Your task is to filter the data below down to the lines holding "CosmicRays".

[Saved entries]
****************************************
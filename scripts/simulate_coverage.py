#!/usr/bin/env python3
"""Do the intervals hold the truth as often as they say? Simulated samples with every declared error drawn anew.

    python3 scripts/simulate_coverage.py                      2, 3 and 5 components, three levels (about a minute)
    python3 scripts/simulate_coverage.py --components 2 --spectra 20000

Each sample has its own stock error (library scale), absorptivity errors, path, dilution, shift of the wavelength axis
(0.3 nm standard deviation), offset and photometric noise, all drawn from the uncertainties declared to the solver.
Spectra have several bands; one pair of components lies 20 nm apart. For each component in turn, the others at mid range:

    mid             at mid range: the 95 % interval must hold the truth in 93 to 97 %
    zero            absent: at least 94 %; and an estimate above the decision limit in about 5 %
    decision-limit  at its decision limit: at least 94 %
    detection-limit at its detection limit: an estimate below the decision limit in about 5 %
    undeclared      at mid range with nothing declared but noise: must fail

The same functions run in tests/truth/test_coverage.py with fewer samples.
"""

from __future__ import annotations

import argparse
import sys
from dataclasses import dataclass
from importlib.util import find_spec
from pathlib import Path

if __name__ == "__main__" and find_spec("tinctor") is None:
    sys.path.insert(0, str(Path(__file__).resolve().parent))
    from environment import inside

    inside()

import numpy as np

from tinctor import Component, NoiseModel, Resolution, ResolveSettings, SpectrumBatch, resolve_batch

W = np.linspace(400.0, 700.0, 301)
CENTRES = {2: (500.0, 520.0), 3: (450.0, 520.0, 540.0), 5: (430.0, 480.0, 540.0, 560.0, 640.0)}
SCALE_U, PATH_U, DILUTION, DILUTION_U, SHIFT_NM, OFFSET = 0.01, 0.002, 50.0, 0.2, 0.3, 0.003
NOISE = NoiseModel(floor=0.0005, transmittance=0.0001, wavelength_nm=SHIFT_NM)
MID = (0.4, 1.0)  # g/L in the bath; 0.008 to 0.02 in the cell
LEVELS = ("mid", "zero", "decision-limit", "detection-limit", "undeclared")


@dataclass(frozen=True)
class Outcome:
    """What became of one component at one level."""

    components: int
    component: int
    level: str
    samples: int
    coverage: float
    standard_deviation: float
    bias: float
    detected: float

    def line(self) -> str:
        return (
            f"{self.components} components, no. {self.component + 1}, {self.level:<15} coverage {100 * self.coverage:5.1f} %   "
            f"(estimate - truth)/u: mean {self.bias:+.3f}, sd {self.standard_deviation:.3f}   detected {100 * self.detected:5.1f} %"
        )


def dye(centre: float, w: np.ndarray) -> np.ndarray:
    """Absorptivity in L g-1 cm-1: main band, shoulder 38 nm below, a band in the near ultraviolet."""
    return (
        30.0 * np.exp(-0.5 * ((w - centre) / 28.0) ** 2)
        + 14.0 * np.exp(-0.5 * ((w - centre + 38.0) / 30.0) ** 2)
        + 5.0 * np.exp(-0.5 * ((w - 380.0) / 40.0) ** 2)
    )


def absorptivity_u(e: np.ndarray) -> np.ndarray:
    return np.asarray(0.02 + 0.001 * e)


def library(count: int, declared: bool) -> list[Component]:
    """Return the records; without their uncertainties when these are not declared."""
    spectra = [dye(centre, W) for centre in CENTRES[count]]
    return [
        Component(
            f"dye-{k}",
            W,
            e,
            basis="mass",
            absorptivity_u=absorptivity_u(e) if declared else None,
            scale_relative_u=SCALE_U if declared else None,
        )
        for k, e in enumerate(spectra)
    ]


def readings(bath: np.ndarray, count: int, rng: np.random.Generator) -> np.ndarray:
    """Return what the instrument reads of baths (n, components) in g/L, every error drawn anew for each sample."""
    n = len(bath)
    axis = W[None, :] + rng.normal(0, SHIFT_NM, n)[:, None]
    path = 1.0 + rng.normal(0, PATH_U, n)
    dilution = DILUTION + rng.normal(0, DILUTION_U, n)
    A = rng.normal(0, OFFSET, n)[:, None] + np.zeros(W.size)
    for k, centre in enumerate(CENTRES[count]):
        stock = 1.0 + rng.normal(0, SCALE_U, n)
        e = dye(centre, axis) + rng.normal(size=axis.shape) * absorptivity_u(dye(centre, W))
        A += (bath[:, k] * stock * path / dilution)[:, None] * e
    noise_u = NOISE.reading_u(A)
    return np.asarray(A + noise_u * rng.normal(size=A.shape))


def resolved(A: np.ndarray, count: int, declared: bool) -> Resolution:
    """Return the solver's answer, everything declared or nothing but noise."""
    batch = SpectrumBatch(
        [str(k) for k in range(len(A))],
        W,
        A,
        path_length_u_cm=PATH_U if declared else 0.0,
        dilution_factor=DILUTION,
        dilution_factor_u=DILUTION_U if declared else 0.0,
    )
    noise = NOISE if declared else NoiseModel(NOISE.floor, NOISE.transmittance, 0.0)
    return resolve_batch(batch, library(count, declared), ResolveSettings(noise=noise))


def outcome(count: int, component: int, level: str, samples: int, seed: int) -> Outcome:
    """Simulate one component at one level and count."""
    rng = np.random.default_rng([seed, count, component, LEVELS.index(level)])
    bath = rng.uniform(*MID, (samples, count))
    if level == "zero":
        bath[:, component] = 0.0
    elif level.endswith("limit"):
        bath[:, component] = 0.0
        ideal = bath @ np.stack([dye(centre, W) for centre in CENTRES[count]]) / DILUTION
        limits = resolved(ideal, count, True)
        bath[:, component] = (limits.decision_limit if level == "decision-limit" else limits.detection_limit)[:, component]
    result = resolved(readings(bath, count, rng), count, declared=level != "undeclared")
    truth, estimate = bath[:, component], result.unconstrained[:, component]
    inside = (result.low[:, component] <= truth) & (truth <= result.high[:, component])
    z = (estimate - truth) / result.u[:, component]
    detected = estimate > result.decision_limit[:, component]
    return Outcome(count, component, level, samples, float(inside.mean()), float(z.std()), float(z.mean()), float(detected.mean()))


def required(result: Outcome) -> bool:
    """Whether an outcome meets the requirement of its level."""
    if result.level == "mid":
        return 0.93 <= result.coverage <= 0.97
    return result.coverage < 0.8 if result.level == "undeclared" else result.coverage >= 0.94


def main() -> int:
    """Print every outcome; exit code 1 when one misses its requirement."""
    parser = argparse.ArgumentParser(description=__doc__, formatter_class=argparse.RawDescriptionHelpFormatter)
    parser.add_argument("--components", type=int, choices=sorted(CENTRES), help="one number of components only")
    parser.add_argument("--spectra", type=int, default=10_000, help="samples per component and level (default 10000)")
    parser.add_argument("--seed", type=int, default=1, help="of the random numbers")
    options = parser.parse_args()
    missed = 0
    for count in [options.components] if options.components else sorted(CENTRES):
        for level in LEVELS:
            for component in range(count):
                result = outcome(count, component, level, options.spectra, options.seed)
                missed += not required(result)
                print(result.line() + ("" if required(result) else "   MISSES ITS REQUIREMENT"), flush=True)
    return 1 if missed else 0


if __name__ == "__main__":
    raise SystemExit(main())
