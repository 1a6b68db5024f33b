#!/usr/bin/env python3
"""Make the demonstration data: dyes and bath samples of a dye house that does not exist. Everything here is invented.

    python3 scripts/make_demo_data.py            write spectra_library/palewater-dyehouse and scripts/demo_data
    python3 scripts/make_demo_data.py --check    compare with what is there, change nothing, exit 1 on a difference

A dye is a sum of bands that are Gaussian in wavenumber. The laboratory's records differ from the true spectra by the
error of their stock solution and by noise; the samples are then measured as a bench instrument would, with shifts of the
wavelength axis, offsets, cells and dilutions that are a little off, photometric noise and stray light.
It makes the environment it needs, as scripts/demo.py does.
"""

from __future__ import annotations

import argparse
import csv
import io
import json
import sys
from dataclasses import dataclass, field
from importlib.util import find_spec
from pathlib import Path

if __name__ == "__main__" and find_spec("numpy") is None:
    sys.path.insert(0, str(Path(__file__).resolve().parent))
    from environment import inside

    inside()

import numpy as np

ROOT = Path(__file__).resolve().parents[1]
LIBRARY = ROOT / "spectra_library" / "palewater-dyehouse"
SAMPLES = ROOT / "scripts" / "demo_data"
SEED = 20260317

RECORD_NM = np.arange(380.0, 721.0, 1.0)
INSTRUMENT_NM = np.arange(400.0, 701.0, 2.0)
STRAY_LIGHT = 0.0003
NOISE_FLOOR, NOISE_TRANSMITTANCE, SHIFT_NM, OFFSET = 0.0004, 0.0001, 0.05, 0.002


@dataclass
class Dye:
    """An invented dye: bands as (centre nm, full width at half maximum in cm-1, height in L g-1 cm-1)."""

    name: str
    title: str
    bands: list[tuple[float, float, float]]
    scale_relative_u: float
    linear_to: float
    molar_mass: float
    analyte: str = ""
    ph: float = 6.5

    @property
    def lot(self) -> str:
        """The lot of the title, or "1" where it names none."""
        return self.title.partition("lot ")[2] or "1"

    def absorptivity(self, wavelength_nm: np.ndarray) -> np.ndarray:
        wavenumber = 1e7 / wavelength_nm
        return sum(
            height * np.exp(-4 * np.log(2) * ((wavenumber - 1e7 / centre) / width) ** 2) for centre, width, height in self.bands
        )  # type: ignore[return-value]


DYES = [
    Dye("hollin-yellow", "Hollin Yellow, lot P-114", [(428, 4200, 31.0), (388, 4600, 14.0), (345, 5200, 12.0)], 0.010, 0.060, 612.5),
    Dye("marrow-orange", "Marrow Orange, lot P-091", [(492, 3600, 30.0), (452, 3900, 17.0), (375, 5000, 8.0)], 0.010, 0.060, 548.2),
    Dye("bramble-red", "Bramble Red, lot P-120", [(532, 2700, 27.0), (503, 3300, 20.0), (385, 5500, 6.0)], 0.012, 0.032, 731.9),
    Dye("sorrel-red", "Sorrel Red, lot P-121", [(512, 3000, 25.0), (483, 3500, 18.0), (380, 5200, 7.0)], 0.012, 0.045, 690.4),
    Dye("tarn-blue", "Tarn Blue, lot P-107", [(612, 2400, 33.0), (571, 2600, 17.0), (400, 5000, 5.0), (345, 5200, 9.0)], 0.008, 0.050, 823.7),
    Dye("fathom-navy", "Fathom Navy, lot P-099", [(584, 3900, 26.0), (640, 2600, 12.0), (410, 5600, 8.0)], 0.015, 0.060, 902.3),
    Dye("quill-violet-acid", "Quill Violet, acid form", [(438, 3700, 38.0), (365, 5000, 10.0)], 0.010, 0.040, 402.1, "quill-violet", 4.0),
    Dye("quill-violet-alkaline", "Quill Violet, alkaline form", [(590, 2500, 42.0), (550, 2900, 18.0)], 0.010, 0.030, 402.1, "quill-violet", 10.0),
]  # fmt: skip
BY_NAME = {dye.name: dye for dye in DYES}
TRIO = ("hollin-yellow", "bramble-red", "tarn-blue")


@dataclass
class Bath:
    """A sample: true concentrations in g/L, how it was measured, and what is special about it."""

    id: str
    grams_per_litre: tuple[float, float, float]
    dilution: float
    path_cm: float = 1.0
    special: str = "sound"
    offset: float = 0.0
    scatter: float = 0.0
    stranger: float = 0.0
    curvature: float = 0.0


def run_of_baths() -> list[Bath]:
    """Return twenty samples: an exhaustion curve over three hours, and what goes wrong in between."""
    start = np.array([0.80, 0.55, 0.60])
    rate = np.array([0.022, 0.030, 0.018])
    left = np.array([0.06, 0.04, 0.09])

    def bath(minutes: float) -> tuple[float, float, float]:
        c = start * (left + (1 - left) * np.exp(-rate * minutes))
        return tuple(float(v) for v in np.round(c, 5))  # type: ignore[return-value]

    return [
        Bath("vat3-0800", bath(0), 50),
        Bath("vat3-0805", bath(5), 50),
        Bath("vat3-0810", bath(10), 50),
        Bath("vat3-0815", bath(15), 10, special="saturated: too little dilution", curvature=0.0),
        Bath("vat3-0820", bath(20), 25),
        Bath("vat3-0830", bath(30), 25),
        Bath("vat3-0840", bath(40), 20),
        Bath("vat3-0850", bath(50), 20, special="turbid: fibre dust", scatter=0.16),
        Bath("vat3-0900", bath(60), 10),
        Bath("vat3-0915", bath(75), 10, special="an absorber that is not in the library: spin finish", stranger=0.06),
        Bath("vat3-0930", bath(90), 5),
        Bath("vat3-0945", bath(105), 5, special="dirty cell: fingerprint", offset=0.035),
        Bath("vat3-1000", bath(120), 5),
        Bath("vat3-1030", bath(150), 4),
        Bath("vat3-1100", bath(180), 2),
        Bath("rinse-1", (0.0210, 0.00001, 0.0260), 1, special="one component below its decision limit"),
        Bath("rinse-2", (0.0042, 0.0021, 0.0055), 1),
        Bath("rinse-3", (0.0, 0.0, 0.0), 1, special="clear: nothing in it"),
        Bath("vat5-0800", (0.40, 1.10, 0.20), 25, special="one component beyond its linear range", curvature=0.05),
        Bath("vat5-0810", (0.36, 0.90, 0.18), 10, 0.2, special="sound"),
    ]
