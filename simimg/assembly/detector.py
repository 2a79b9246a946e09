"""From the camera of a scene to what the chain must know of it. SI inside; electrons and counts."""

from __future__ import annotations

from simimg.assembly.brightness import exposure_time
from simimg.camera.settings import CameraSettings, CosmicRays, Patterns, Readout, Shutter, Window
from simimg.scene.camera import Camera
from simimg.scene.model import Scene


def camera_settings(scene: Scene) -> CameraSettings:
    """The camera and the exposure of a scene, for the chain.

    Parameters
    ----------
    scene : Scene
        With a camera.
    """
    assert scene.camera is not None
    return detector_settings(scene.camera, time=exposure_time(scene))


def detector_settings(camera: Camera, *, time: float) -> CameraSettings:
    """A camera in an exposure of so many seconds, for the chain."""
    return CameraSettings(
        time=time,
        gain=camera.gain,
        read_noise=camera.read_noise,
        dark_current=camera.dark_current,
        bias=camera.bias,
        full_well=camera.full_well,
        bleeding=camera.bleeding,
        bit_depth=camera.bit_depth,
        serial=camera.serial,
        patterns=_patterns(camera),
        cosmic_rays=_cosmic_rays(camera),
        shutter=None
        if camera.shutter is None
        else Shutter(kind=camera.shutter.kind, travel=camera.shutter.travel),
        readout=_readout(camera),
        window=_window(camera),
    )


def _window(camera: Camera) -> Window | None:
    if camera.sub_frame is None or camera.pixels is None:
        return None
    x, y, columns, rows = camera.sub_frame
    whole = camera.pixels[::-1]
    return Window(shape=whole, rows=slice(y, y + rows), columns=slice(x, x + columns))


def _patterns(camera: Camera) -> Patterns:
    return Patterns(
        flat_rms=camera.flat_rms,
        vignetting=camera.vignetting,
        dust_rings=camera.dust_rings,
        dark_rms=camera.dark_rms,
        hot_fraction=camera.hot_pixel_fraction,
        hot_current=camera.hot_pixel_current,
        flickering_fraction=camera.flickering_pixel_fraction,
        flicker_current=camera.flicker_current,
        dead_fraction=camera.dead_pixel_fraction,
        bad_columns=camera.bad_columns,
    )


def _cosmic_rays(camera: Camera) -> CosmicRays | None:
    if not camera.cosmic_ray_rate or camera.pixel_size is None:
        return None
    return CosmicRays(
        rate=camera.cosmic_ray_rate,
        pixel_size=camera.pixel_size,
        thickness=camera.detector_thickness,
    )


def _readout(camera: Camera) -> Readout:
    return Readout(
        inefficiency=camera.transfer_inefficiency,
        trail_length=camera.trail_length,
        binning=camera.binning,
        em_gain=camera.em_gain,
        em_well=camera.em_full_well,
        coupling=camera.pixel_coupling,
        noise_spread=camera.read_noise_spread,
        nonlinearity=camera.nonlinearity,
        gains=camera.amplifier_gains,
        biases=camera.amplifier_biases,
        crosstalk=camera.crosstalk,
        bias_rms=camera.bias_rms,
        bias_drift=camera.bias_drift,
        prescan=camera.prescan,
        overscan=camera.overscan,
    )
****************************************
▸ **Expected answer**
from simimg.camera.settings import CameraSettings, CosmicRays, Patterns, Readout, Shutter, Window
def _cosmic_rays(camera: Camera) -> CosmicRays | None:
    return CosmicRays(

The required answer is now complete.